Rest: Sleep is extremely important for your physical, emotional, and mental health. Take naps during the day when your baby is sleeping and try to get eight hours of sleep within a 24 hour time period. Also, try to avoid taking on your usual household chores for a few weeks--the more rest you get in the beginning of your postpartum time, the better healing and energy level you will have later on. Support: It takes a village to raise a child. That village should be your hands and feet to take care of your home too. Every visitor should help with laundry, dishes, meals, grocery shop, snacks, holding the baby while you shower and/or nap, or be a listening ear. It is helpful to have a list of chores a visitor can help do while they are visiting.

Engorgement: Around day 3 your milk will come in. Your breasts will feel very full and heavy. Feeding your baby will help release the fullness by removing the milk. A hot shower will help your milk letdown and you can hand express to relieve the fullness. After a couple days, your body will regulate the proper amount of milk your baby needs while breastfeeding.

Fatigue: Sleep, sleep, sleep, and eat! When your baby is sleeping, so should you! Your normal sleep schedule will be different because of your baby’s sleep-nurse-awake cycle. Whenever you can get a nap in, do so and let your family and friends take care of the household chores so you can nap with your baby. This will drastically improve your healing time. Also, make sure you are eating often. It takes more calories to feed your baby than it did to grow your baby. Have high protein snacks readily available for you to grab.

Afterpains: This feels like constant contractions and cramping. It most common if this is not your first baby and more noticeable when you are breastfeeding. To help reduce afterpains make sure to empty your bladder often, lie on your belly in the first couple days postpartum before your milk comes in, use a heating pad on your abdomen. Avena Sativa tincture can be used or IB Profen. Afterpains usually stop after 3 or 4 days.

Sore Perineum: This can be alleviated with rest, plenty of water and good food, vitamin C, ice packs and sitz baths 2-3 times a day. By the end of the first week this should be significantly better or completely gone.

Burning with Urination: Small lacerations and tears can cause burning when you urinate. It is helpful to have a peri-bottle that you can use to squirt warm water on those areas to keep urine off of those spots. You can make a tea from your sitz bath herbs and use in your peri-bottle too! Constipation: You may not feel like pooping in the first few days after having your baby. Stay hydrated, eat foods with fiber, and drink a little prune juice to help keep your bowels moving and know it is normal to feel a little nervous about your first bowel movement after birth. You will be just fine. You can do counter-pressure on your perineum with a gauze pad when you are having a bowel movement to help alleviate any pressure you may feel.

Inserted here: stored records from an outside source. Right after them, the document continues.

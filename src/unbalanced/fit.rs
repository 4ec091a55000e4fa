//! Sums of squares of an unbalanced layout as projections, and their expected values by
//! Hartley's method of synthesis.
//!
//! Every sum of squares here is a quadratic form y'Ay whose matrix A is the orthogonal
//! projection onto a subspace of the model's column space: with Q an orthonormal basis of
//! that subspace, A = QQ' and SS = ||Q'y||².
//!
//! - Sequential (type I): the terms are fitted one after another; A_k = P_k - P_{k-1}, with
//!   P_k the projection onto the columns of the intercept and the first k terms. Its df are
//!   the rank increase.
//! - Type III: each term adjusted for every other; A_T = P_X - P_{X without T}.
//!
//! Terms are coded by sum-to-zero (orthonormal Helmert) contrasts over their live factors
//! (see `contrast_columns`); for a term that follows all its marginal terms the span is
//! that of its cells' incidence matrix.
//!
//! Hartley (1967, "Expectations, variances and covariances of ANOVA mean squares by
//! 'synthesis'", Biometrics 23:105-114): for y = Xβ + Σ_U Z_U u_U + e with independent
//! random effects (the unrestricted model), E(y'Ay) = Σ_U σ²_U tr(A Z_U Z_U') + σ² tr(A) +
//! μ'Aμ, and tr(A Z_U Z_U') = Σ over the columns z of Z_U of z'Az: the sum of squares of
//! the term computed with each column of the random term's incidence matrix as the data,
//! summed. With A = QQ' that is ||Q'Z_U||²_F, and tr(A) = rank(A) = df.
//!
//! Fixed terms: μ'Aμ is a quadratic form in the fixed effects. Each fixed term F gets the
//! component κ²_F = Σ effect² / df_F over its cells (its effects summing to zero over each
//! live factor, as in the balanced case), and its coefficient is the average of μ'Aμ over
//! effect patterns of that size spread evenly over every contrast direction: with C_F an
//! orthonormal basis of F's contrasts, coefficient = ||Q'X_F C_F||²_F, the synthesis with
//! the contrast columns as data. In a balanced layout every pattern gives that value.
//!
//! The computations run over the non-empty cells of the full layout (see `design`):
//! vectors are scaled by √n_c, so that the Euclidean inner product over cells is the one
//! over observations.
//!
//! A response's sums of squares are projections of its cell means centred on the grand
//! mean (every A here annihilates the constant, the intercept being in every model), the
//! residual is the within-cell sum of squares plus what the model leaves of the cell means,
//! and the cell term fitted last is the norm of an explicit residual vector: nothing is a
//! difference of uncentred totals, so a response near 1e7 keeps the digits of one near 0
//! (see `Fit::sums_of_squares`).

use nalgebra::{DMatrix, DVector};

use crate::layout::{Kind, SumsOfSquares};

use super::blocked;
use super::design::Design;

/// Relative size below which a residual direction counts as inside the span already:
/// a new direction must have a norm of at least this much of its column's.
const RANK_TOLERANCE: f64 = 1e-7;

/// How a term's sum of squares is held.
#[derive(Debug, Clone)]
enum Block {
    /// An orthonormal basis (rows: non-empty cells, scaled by √n_c) of its subspace.
    Basis(DMatrix<f64>),
    /// The rest of the cell space once every other block is taken out (the cell term,
    /// fitted last): held implicitly, computed by subtraction.
    Rest,
    /// No df.
    Empty,
}

/// The projections of a layout's sums of squares: fitted once, then used for the
/// expected mean squares and for the sums of squares of any response.
#[derive(Debug, Clone)]
pub struct Fit {
    pub sums_of_squares: SumsOfSquares,
    /// Model terms (not the residual) in the order they were fitted.
    pub order: Vec<usize>,
    /// df of every model term, the residual last.
    pub df: Vec<u64>,
    /// The df the same terms have as sequential sums of squares (equal to `df` for a
    /// sequential fit; type III can leave a term fewer when a cell is empty).
    pub sequential_df: Vec<u64>,
    /// The intercept's direction, √n_c / √N.
    intercept: DMatrix<f64>,
    /// Sequential blocks, by term (they span the model's column space with the intercept).
    sequential: Vec<Block>,
    /// The blocks whose sums of squares are reported, by term.
    reported: Vec<Block>,
    /// Rank of the model's column space (the intercept included).
    rank: usize,
    /// Whether the model's column space is every cell (the cell term is in the model).
    full: bool,
}

/// Expected mean squares: for every model term (residual last) its components (term
/// indices, the residual's for σ²) with their coefficients. A term with 0 df has none.
#[derive(Debug, Clone, PartialEq)]
pub struct SynthesisEms {
    pub rows: Vec<Vec<(usize, f64)>>,
}

impl SynthesisEms {
    pub fn coefficient(&self, t: usize, c: usize) -> f64 {
        self.rows[t]
            .iter()
            .find(|(u, _)| *u == c)
            .map_or(0.0, |(_, x)| *x)
    }
}

/// The order of the sequential fit: every fixed term ahead of the random ones, and within
/// each, terms with fewer subscripts first (so every term comes after the terms marginal
/// to it), then the model's order. With the fixed terms first, the random terms' sums of
/// squares are adjusted for every fixed effect and hold no fixed component (the idea of
/// Henderson's 1953 "fitting constants" method; citation from memory).
pub fn fit_order(design: &Design) -> Vec<usize> {
    let model = &design.model;
    let mut order: Vec<usize> = (0..model.residual()).collect();
    order.sort_by_key(|&t| {
        (
            model.kinds[t] == Kind::Random,
            model.terms[t].subscripts().count_ones(),
            t,
        )
    });
    order
}

/// Orthonormal Helmert contrasts of n levels: column k (0-based) compares level k + 1 with
/// the levels before it.
fn helmert(n: usize) -> DMatrix<f64> {
    let mut h = DMatrix::zeros(n, n.saturating_sub(1));
    for k in 0..n.saturating_sub(1) {
        let a = (k + 1) as f64;
        let norm = (a * (a + 1.0)).sqrt();
        for i in 0..=k {
            h[(i, k)] = 1.0 / norm;
        }
        h[(k + 1, k)] = -a / norm;
    }
    h
}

Hemorrhoids: Ice packs, sitz baths, witch hazel, raw potato compresses, and warm water compresses can help alleviate the pain of hemorrhoids. Increase your fiber and drink some prune juice so you are not straining to have a bowel movement and irritating your hemorrhoids. These usually clear up within a few weeks of birth.

Baby Blues: Your hormones are in fluctuation during this time. It is completely normal to feel tearful when your milk comes in. Let yourself cry and surround yourself with friends and family that will be supportive and always willing to listen to your feelings. This time of tears does not last forever and usually is gone around the first week. You may also experience “milk brain” where you are a little more fuzzy mentally--this is normal.

General Aches and Pains: You just used every muscle in your body during labor and birth. Rest and be kind to yourself. Don’t rush into your usual schedule and routine--the more you rest in the first two weeks, the better you will recover and feel later on in the postpartum time. Baths, cool compresses, massage, vitamin C, Tiger Balm and echinacea will help relieve sore muscles and backpain.